We make great preparations for the arrival of a new baby, but people are more reluctant to prepare for changes that happen at the other end of life. Most people enjoy their senior years and contribute much to society as volunteers and mentors. I work with those who age with significant disabilities, but was interested to hear at a seminar I attended that only about 10% of the population in our province end their days in a nursing home. Adapting to inevitable changes, getting help when needed, maintaining a social network, receiving good medical care and following a healthy lifestyle are ways we can continue to live well as we age.


  1. Thanks so very much for this post Ruth and for the recommendation of the book. My parent, ages 76 and 72 are healthy now, but I know the time will come... As you said, having a book with this much perspective and hindsight will be immeasurably helpful.

  2. That seems like a useful book, not only for me to read but to pass on to thos who may have to put up with me.

  3. At first I thought this book would be for me, too late since both of my parents are gone. But reading the review I think it would be a help to me in understanding the feelings I still have (regrets and guilt). I'm going to look for it.

  4. Wonderful words and very appropriate for our times.

  5. Oh my, Ruth.
    Several things: first, today I had the beginnings of a poem come to me--that's usually how I write poetry. I will get a first line or two then sit down and work out the rest. This poem was about my MIL who had Alzheimers disease which eventually caused her death.
    Second, I got a call today from my step-mother who wanted to know what we should plan for my dad's approaching 90th birthday. He is in good shape, for 90, with a practically bell-clear memory. What a gift.
    Thanks for your post.

  6. post.These are things we all will need to face at some time,I have already buried both my parents,one to camcer the other dementia.This is a tough road to travel.
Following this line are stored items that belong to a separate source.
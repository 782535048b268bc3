"""Unit tests of audit.multiloop.couplings: the couplings sheet read by cell, bad input, groups.

Regression and logic checks on invented test data (no published values here).
"""

from __future__ import annotations

import openpyxl
import pytest

from audit.inventory import check_report, format_check, read_inventory
from audit.multiloop.figures import MAX_GROUP

LOOP_HEAD = ["tag", "model", "gain", "tau1_s", "dead_time_s", "kc", "ti_s", "action", "inner_loop"]


def loop(tag, gain=1.0, inner=None, kc=0.5, action="reverse"):
    """A valid fopdt/PI loop row (test data)."""
    return [tag, "fopdt", gain, 60.0, 5.0, kc, 60.0, action, inner]


def book(tmp_path, loops, couplings, head=("from_tag", "to_tag", "model", "gain", "tau1_s", "dead_time_s")):
    """Write loops and couplings sheets to a workbook and return its path."""
    wb = openpyxl.Workbook()
    ws = wb.active
    ws.title = "loops"
    ws.append(LOOP_HEAD)
    for r in loops:
        ws.append(r)
    if couplings is not None:
        cs = wb.create_sheet("couplings")
        cs.append(list(head))
        for r in couplings:
            cs.append(r)
    p = tmp_path / "inv.xlsx"
    wb.save(p)
    return p


def problems(inv):
    return [str(p) for p in inv.problems if p.sheet == "couplings"]


def test_no_sheet_no_groups(tmp_path):
    inv = read_inventory(book(tmp_path, [loop("A"), loop("B")], None))
    assert inv.couplings is None


def test_valid_pair_forms_one_group_with_units_converted(tmp_path):
    head = ("from_tag", "to_tag", "model", "gain", "tau1_min", "dead_time_min")
    inv = read_inventory(book(tmp_path, [loop("A"), loop("B"), loop("C")],
                              [["A", "b", "fopdt", 0.4, 2.0, 0.5], ["B", "A", "fopdt", -0.3, 1.0, 0.25]], head))
    cs = inv.couplings
    assert problems(inv) == []
    assert len(cs.groups) == 1 and cs.groups[0].members == (0, 1) and cs.groups[0].gid == "G1"
    p = cs.rows[0].process
    assert p.tau1 == pytest.approx(120.0) and p.dead_time == pytest.approx(30.0) and p.gain == pytest.approx(0.4)
    assert check_report(inv).exit_code == 0


@pytest.mark.parametrize("cells, where, words", [
    (["A", "Z", "fopdt", 0.4, 60, 5], "couplings!B2 (to_tag)", "unknown tag 'Z'"),
    (["A", "a", "fopdt", 0.4, 60, 5], "couplings!B2 (to_tag)", "coupled to itself"),
    (["A", "B", "fopdt", 0, 60, 5], "couplings!D2 (gain)", "must not be zero"),
    (["A", "B", "fopdt", 0.4, None, 5], "couplings!E2 (tau1_s)", "required for model fopdt"),
    (["A", "B", "xyz", 0.4, 60, 5], "couplings!C2 (model)", "unknown model"),
    (["A", "B", "fopdt", 0.4, 60, -1], "couplings!F2 (dead_time_s)", "must be a number >= 0"),
    (["", "B", "fopdt", 0.4, 60, 5], "couplings!A2 (from_tag)", "from_tag is required"),
])
def test_bad_rows_named_by_cell(tmp_path, cells, where, words):
    inv = read_inventory(book(tmp_path, [loop("A"), loop("B")], [cells]))
    msgs = problems(inv)
    assert any(m.startswith(where) and words in m for m in msgs), msgs
    assert inv.couplings.groups == ()
    assert all(r.valid for r in inv.rows)          # single-loop rows untouched
    assert check_report(inv).exit_code == 2
    assert where in format_check(check_report(inv))


def test_duplicate_pair(tmp_path):
    inv = read_inventory(book(tmp_path, [loop("A"), loop("B")],
                              [["A", "B", "fopdt", 0.4, 60, 5], ["a", "B", "fopdt", 0.2, 60, 5]]))
    msgs = problems(inv)
    assert any(m.startswith("couplings!B3 (to_tag)") and "given twice (first in row 2)" in m for m in msgs)
    assert len(inv.couplings.groups) == 1


def test_invalid_source_loop(tmp_path):
    bad = loop("B")
    bad[2] = "x"      # gain not a number: row B is invalid
    inv = read_inventory(book(tmp_path, [loop("A"), bad], [["B", "A", "fopdt", 0.4, 60, 5]]))
    msgs = problems(inv)
    assert any(m.startswith("couplings!A2 (from_tag)") and "has errors" in m for m in msgs)
    assert inv.couplings.groups == ()


def test_cycle_through_cascade_and_inner_loop(tmp_path):
    loops = [loop("FIC-1"), loop("TIC-1", inner="FIC-1"), loop("LIC-1")]
    inv = read_inventory(book(tmp_path, loops, [["TIC-1", "FIC-1", "fopdt", 0.4, 60, 5],
                                                ["FIC-1", "LIC-1", "fopdt", 0.4, 60, 5],
                                                ["TIC-1", "LIC-1", "fopdt", 0.4, 60, 5]]))
    msgs = problems(inv)
    assert any(m.startswith("couplings!B2 (to_tag)") and "cycle through the cascade" in m for m in msgs)
    assert any(m.startswith("couplings!A3 (from_tag)") and "inner loop of cascade TIC-1" in m for m in msgs)
    g = inv.couplings.groups
    assert len(g) == 1 and g[0].members == (1, 2)       # the outer loop may be coupled


def test_group_over_size_limit(tmp_path):
    n = MAX_GROUP + 1
    loops = [loop(f"L{i}") for i in range(n)] + [loop("X"), loop("Y")]
    chain = [[f"L{i}", f"L{i + 1}", "fopdt", 0.1, 60, 5] for i in range(n - 1)]
    inv = read_inventory(book(tmp_path, loops, chain + [["X", "Y", "fopdt", 0.2, 60, 5]]))
    msgs = problems(inv)
    assert sum("more than the limit of" in m for m in msgs) == n - 1
    assert any(m.startswith("couplings!A2 (from_tag)") for m in msgs)
    assert [g.members for g in inv.couplings.groups] == [(n, n + 1)]
    assert all(r.valid for r in inv.rows)


def test_time_column_without_unit_and_gain_eu(tmp_path):
    inv = read_inventory(book(tmp_path, [loop("A"), loop("B")], [["A", "B", "fopdt", 0.4, 60, 5, 3]],
                              head=("from_tag", "to_tag", "model", "gain", "tau1_s", "dead_time", "gain_eu")))
    msgs = problems(inv)
    assert any(m.startswith("couplings!F1") and "needs its unit" in m for m in msgs)
    assert any(m.startswith("couplings!G1 (gain_eu)") for m in msgs)


def test_check_command_names_coupling_cells(tmp_path, capsys):
    """`check` reports coupling problems by cell and exits 2; the loops themselves stay valid."""
    from audit.cli import main
    p = book(tmp_path, [loop("A"), loop("B")], [["A", "Q", "fopdt", 0.4, 60, 5]])
    code = main(["check", str(p)])
    out = capsys.readouterr().out
    assert code == 2
    assert "couplings!B2 (to_tag): unknown tag 'Q'" in out
    assert "2 rows read, 2 valid, 0 invalid" in out


def test_out_of_range_values_refused_by_cell(tmp_path):
    """The loops sheet's ranges (audit.ranges) apply to a coupling's model too."""
    inv = read_inventory(book(tmp_path, [loop("A"), loop("B")], [["A", "B", "fopdt", 1e9, 60, 5]]))
    msgs = problems(inv)
    assert any(m.startswith("couplings!D2 (gain)") and "range" in m for m in msgs), msgs
    assert inv.couplings.groups == ()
  7. Dear Ruth....I am so grateful that you brought this to my attention. My parents and Mum in law are all in their eighties...I take care of them...... they are only one mile away from me. It is becoming more demanding as time goes on, so this book is on my buy list.
    Thank you ...

    Have a lovely weekend......

  8. Sounds like an insightful and valuable book. I like Judy's review and will click on the link to read her other ones. I wish I'd had this book when my parents were alive. But, as a caretaker to hubby, I think I'll find some good info in those pages.
    Thank you for this post!

  9. Thank you so much for this recommendation Ruth. My 80+ year old parents are starting to really slow down. I don't look forward to loosing them.

  10. Thanks for this book recommendation Ruth. I'll see if my library has it. My parents are about the same ages as Jayne's, so I may be dealing with this situation in a few years too.